START SOURCE DATA

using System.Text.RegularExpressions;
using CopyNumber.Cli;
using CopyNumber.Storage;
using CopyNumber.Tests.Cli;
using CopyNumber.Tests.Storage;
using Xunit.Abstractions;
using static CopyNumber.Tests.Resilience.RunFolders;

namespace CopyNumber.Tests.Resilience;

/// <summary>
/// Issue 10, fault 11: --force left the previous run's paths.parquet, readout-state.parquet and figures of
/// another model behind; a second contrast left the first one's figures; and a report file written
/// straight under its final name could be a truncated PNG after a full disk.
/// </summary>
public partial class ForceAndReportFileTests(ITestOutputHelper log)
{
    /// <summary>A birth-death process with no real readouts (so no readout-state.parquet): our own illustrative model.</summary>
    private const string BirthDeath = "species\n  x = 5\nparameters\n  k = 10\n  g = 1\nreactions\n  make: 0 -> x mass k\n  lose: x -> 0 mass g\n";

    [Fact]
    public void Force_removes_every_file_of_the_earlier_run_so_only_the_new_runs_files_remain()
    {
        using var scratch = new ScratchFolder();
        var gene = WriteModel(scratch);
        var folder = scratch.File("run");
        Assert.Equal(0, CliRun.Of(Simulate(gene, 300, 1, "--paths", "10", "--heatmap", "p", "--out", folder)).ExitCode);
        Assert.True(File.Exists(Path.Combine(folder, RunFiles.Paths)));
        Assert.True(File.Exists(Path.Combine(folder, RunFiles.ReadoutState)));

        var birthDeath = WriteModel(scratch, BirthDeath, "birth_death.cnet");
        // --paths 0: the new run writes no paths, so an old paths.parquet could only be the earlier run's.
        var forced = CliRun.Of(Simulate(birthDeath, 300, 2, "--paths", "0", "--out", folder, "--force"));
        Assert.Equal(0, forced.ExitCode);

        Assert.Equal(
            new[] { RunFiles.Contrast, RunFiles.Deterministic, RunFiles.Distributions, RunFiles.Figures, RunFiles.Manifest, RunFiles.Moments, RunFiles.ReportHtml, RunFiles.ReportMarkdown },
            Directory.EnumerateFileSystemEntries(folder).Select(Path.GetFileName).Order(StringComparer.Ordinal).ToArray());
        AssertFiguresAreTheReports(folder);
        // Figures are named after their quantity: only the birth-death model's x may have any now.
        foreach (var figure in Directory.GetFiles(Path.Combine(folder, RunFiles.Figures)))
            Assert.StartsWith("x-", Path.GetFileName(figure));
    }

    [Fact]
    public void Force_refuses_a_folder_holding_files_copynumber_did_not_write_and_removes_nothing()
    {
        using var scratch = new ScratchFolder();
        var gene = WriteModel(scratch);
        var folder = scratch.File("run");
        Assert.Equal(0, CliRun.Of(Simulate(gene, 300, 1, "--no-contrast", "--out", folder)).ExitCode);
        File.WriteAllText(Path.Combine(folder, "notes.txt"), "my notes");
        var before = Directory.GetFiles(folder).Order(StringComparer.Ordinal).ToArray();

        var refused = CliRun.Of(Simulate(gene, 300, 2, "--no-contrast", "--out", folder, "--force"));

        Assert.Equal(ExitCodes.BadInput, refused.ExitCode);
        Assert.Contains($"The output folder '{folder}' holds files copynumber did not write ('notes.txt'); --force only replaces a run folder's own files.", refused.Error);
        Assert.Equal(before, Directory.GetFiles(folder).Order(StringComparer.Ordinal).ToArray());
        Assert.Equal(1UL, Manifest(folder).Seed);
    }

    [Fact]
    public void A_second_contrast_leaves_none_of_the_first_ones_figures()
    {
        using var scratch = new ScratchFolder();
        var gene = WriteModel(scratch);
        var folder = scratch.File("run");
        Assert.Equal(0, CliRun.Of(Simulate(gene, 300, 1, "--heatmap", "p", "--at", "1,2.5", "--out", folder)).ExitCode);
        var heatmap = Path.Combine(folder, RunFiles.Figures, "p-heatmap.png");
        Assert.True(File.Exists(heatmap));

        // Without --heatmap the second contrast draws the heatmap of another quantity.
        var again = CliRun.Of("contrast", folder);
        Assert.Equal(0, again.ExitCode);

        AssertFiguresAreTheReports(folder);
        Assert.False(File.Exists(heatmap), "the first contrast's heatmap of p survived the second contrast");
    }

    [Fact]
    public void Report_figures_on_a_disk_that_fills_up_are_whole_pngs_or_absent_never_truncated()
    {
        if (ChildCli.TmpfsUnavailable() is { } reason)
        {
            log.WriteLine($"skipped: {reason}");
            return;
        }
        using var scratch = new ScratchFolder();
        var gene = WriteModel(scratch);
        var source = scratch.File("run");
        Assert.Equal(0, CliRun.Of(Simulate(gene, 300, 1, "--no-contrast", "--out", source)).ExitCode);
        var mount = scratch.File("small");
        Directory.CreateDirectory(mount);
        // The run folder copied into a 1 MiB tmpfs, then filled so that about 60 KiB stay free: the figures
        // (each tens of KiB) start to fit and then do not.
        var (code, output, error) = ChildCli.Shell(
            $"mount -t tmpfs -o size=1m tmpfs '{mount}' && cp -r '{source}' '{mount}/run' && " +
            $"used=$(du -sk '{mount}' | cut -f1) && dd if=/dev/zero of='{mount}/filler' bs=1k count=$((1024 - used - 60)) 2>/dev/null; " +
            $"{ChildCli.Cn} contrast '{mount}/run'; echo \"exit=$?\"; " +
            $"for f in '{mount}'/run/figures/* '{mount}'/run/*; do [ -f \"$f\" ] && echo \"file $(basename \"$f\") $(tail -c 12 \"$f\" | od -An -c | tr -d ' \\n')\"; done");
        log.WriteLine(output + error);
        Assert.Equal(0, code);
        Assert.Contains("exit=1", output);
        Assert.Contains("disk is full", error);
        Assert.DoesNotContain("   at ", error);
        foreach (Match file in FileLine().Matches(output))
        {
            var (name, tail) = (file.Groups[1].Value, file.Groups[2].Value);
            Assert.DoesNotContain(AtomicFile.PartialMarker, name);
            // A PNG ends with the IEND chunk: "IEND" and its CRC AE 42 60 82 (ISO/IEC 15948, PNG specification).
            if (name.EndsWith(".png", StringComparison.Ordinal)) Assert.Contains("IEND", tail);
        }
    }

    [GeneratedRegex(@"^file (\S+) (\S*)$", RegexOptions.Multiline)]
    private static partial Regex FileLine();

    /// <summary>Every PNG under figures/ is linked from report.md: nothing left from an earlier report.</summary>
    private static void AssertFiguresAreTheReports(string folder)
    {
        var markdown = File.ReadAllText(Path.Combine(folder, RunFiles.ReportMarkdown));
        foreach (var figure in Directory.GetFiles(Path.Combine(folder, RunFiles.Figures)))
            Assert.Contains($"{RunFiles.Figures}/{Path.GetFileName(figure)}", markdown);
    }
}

END SOURCE DATA

### TASK STATEMENT
All of the data needs to be reproduced exactly, with no line missing.

### ANSWER BELOW
using System.Text.RegularExpressions;
using CopyNumber.Cli;
using CopyNumber.Storage;
using CopyNumber.Tests.Cli;
using CopyNumber.Tests.Storage;
using Xunit.Abstractions;
using static CopyNumber.Tests.Resilience.RunFolders;

namespace CopyNumber.Tests.Resilience;

/// <summary>
/// Issue 10, fault 11: --force left the previous run's paths.parquet, readout-state.parquet and figures of
/// another model behind; a second contrast left the first one's figures; and a report file written
/// straight under its final name could be a truncated PNG after a full disk.
/// </summary>
public partial class ForceAndReportFileTests(ITestOutputHelper log)
{
    /// <summary>A birth-death process with no real readouts (so no readout-state.parquet): our own illustrative model.</summary>
    private const string BirthDeath = "species\n  x = 5\nparameters\n  k = 10\n  g = 1\nreactions\n  make: 0 -> x mass k\n  lose: x -> 0 mass g\n";

    [Fact]
    public void Force_removes_every_file_of_the_earlier_run_so_only_the_new_runs_files_remain()
    {
        using var scratch = new ScratchFolder();
        var gene = WriteModel(scratch);
        var folder = scratch.File("run");
        Assert.Equal(0, CliRun.Of(Simulate(gene, 300, 1, "--paths", "10", "--heatmap", "p", "--out", folder)).ExitCode);
        Assert.True(File.Exists(Path.Combine(folder, RunFiles.Paths)));
        Assert.True(File.Exists(Path.Combine(folder, RunFiles.ReadoutState)));

        var birthDeath = WriteModel(scratch, BirthDeath, "birth_death.cnet");
        // --paths 0: the new run writes no paths, so an old paths.parquet could only be the earlier run's.
        var forced = CliRun.Of(Simulate(birthDeath, 300, 2, "--paths", "0", "--out", folder, "--force"));
        Assert.Equal(0, forced.ExitCode);

        Assert.Equal(
            new[] { RunFiles.Contrast, RunFiles.Deterministic, RunFiles.Distributions, RunFiles.Figures, RunFiles.Manifest, RunFiles.Moments, RunFiles.ReportHtml, RunFiles.ReportMarkdown },
            Directory.EnumerateFileSystemEntries(folder).Select(Path.GetFileName).Order(StringComparer.Ordinal).ToArray());
        AssertFiguresAreTheReports(folder);
        // Figures are named after their quantity: only the birth-death model's x may have any now.
        foreach (var figure in Directory.GetFiles(Path.Combine(folder, RunFiles.Figures)))
            Assert.StartsWith("x-", Path.GetFileName(figure));
    }

    [Fact]
    public void Force_refuses_a_folder_holding_files_copynumber_did_not_write_and_removes_nothing()
    {
        using var scratch = new ScratchFolder();
        var gene = WriteModel(scratch);
        var folder = scratch.File("run");
        Assert.Equal(0, CliRun.Of(Simulate(gene, 300, 1, "--no-contrast", "--out", folder)).ExitCode);
        File.WriteAllText(Path.Combine(folder, "notes.txt"), "my notes");
        var before = Directory.GetFiles(folder).Order(StringComparer.Ordinal).ToArray();

        var refused = CliRun.Of(Simulate(gene, 300, 2, "--no-contrast", "--out", folder, "--force"));

        Assert.Equal(ExitCodes.BadInput, refused.ExitCode);
        Assert.Contains($"The output folder '{folder}' holds files copynumber did not write ('notes.txt'); --force only replaces a run folder's own files.", refused.Error);
        Assert.Equal(before, Directory.GetFiles(folder).Order(StringComparer.Ordinal).ToArray());
        Assert.Equal(1UL, Manifest(folder).Seed);
    }

    [Fact]
    public void A_second_contrast_leaves_none_of_the_first_ones_figures()
    {
        using var scratch = new ScratchFolder();
        var gene = WriteModel(scratch);
        var folder = scratch.File("run");
        Assert.Equal(0, CliRun.Of(Simulate(gene, 300, 1, "--heatmap", "p", "--at", "1,2.5", "--out", folder)).ExitCode);
        var heatmap = Path.Combine(folder, RunFiles.Figures, "p-heatmap.png");
        Assert.True(File.Exists(heatmap));

        // Without --heatmap the second contrast draws the heatmap of another quantity.
        var again = CliRun.Of("contrast", folder);
        Assert.Equal(0, again.ExitCode);

        AssertFiguresAreTheReports(folder);
        Assert.False(File.Exists(heatmap), "the first contrast's heatmap of p survived the second contrast");
    }

    [Fact]
    public void Report_figures_on_a_disk_that_fills_up_are_whole_pngs_or_absent_never_truncated()
    {
        if (ChildCli.TmpfsUnavailable() is { } reason)
        {
            log.WriteLine($"skipped: {reason}");
            return;
        }
        using var scratch = new ScratchFolder();
        var gene = WriteModel(scratch);
        var source = scratch.File("run");
        Assert.Equal(0, CliRun.Of(Simulate(gene, 300, 1, "--no-contrast", "--out", source)).ExitCode);
        var mount = scratch.File("small");
        Directory.CreateDirectory(mount);
        // The run folder copied into a 1 MiB tmpfs, then filled so that about 60 KiB stay free: the figures
        // (each tens of KiB) start to fit and then do not.
        var (code, output, error) = ChildCli.Shell(
            $"mount -t tmpfs -o size=1m tmpfs '{mount}' && cp -r '{source}' '{mount}/run' && " +
            $"used=$(du -sk '{mount}' | cut -f1) && dd if=/dev/zero of='{mount}/filler' bs=1k count=$((1024 - used - 60)) 2>/dev/null; " +
            $"{ChildCli.Cn} contrast '{mount}/run'; echo \"exit=$?\"; " +
            $"for f in '{mount}'/run/figures/* '{mount}'/run/*; do [ -f \"$f\" ] && echo \"file $(basename \"$f\") $(tail -c 12 \"$f\" | od -An -c | tr -d ' \\n')\"; done");
        log.WriteLine(output + error);
        Assert.Equal(0, code);
        Assert.Contains("exit=1", output);
        Assert.Contains("disk is full", error);
        Assert.DoesNotContain("   at ", error);
        foreach (Match file in FileLine().Matches(output))
        {
            var (name, tail) = (file.Groups[1].Value, file.Groups[2].Value);
            Assert.DoesNotContain(AtomicFile.PartialMarker, name);
            // A PNG ends with the IEND chunk: "IEND" and its CRC AE 42 60 82 (ISO/IEC 15948, PNG specification).
            if (name.EndsWith(".png", StringComparison.Ordinal)) Assert.Contains("IEND", tail);
        }
    }

    [GeneratedRegex(@"^file (\S+) (\S*)$", RegexOptions.Multiline)]
    private static partial Regex FileLine();

    /// <summary>Every PNG under figures/ is linked from report.md: nothing left from an earlier report.</summary>
    private static void AssertFiguresAreTheReports(string folder)
    {
        var markdown = File.ReadAllText(Path.Combine(folder, RunFiles.ReportMarkdown));
        foreach (var figure in Directory.GetFiles(Path.Combine(folder, RunFiles.Figures)))
            Assert.Contains($"{RunFiles.Figures}/{Path.GetFileName(figure)}", markdown);
    }
}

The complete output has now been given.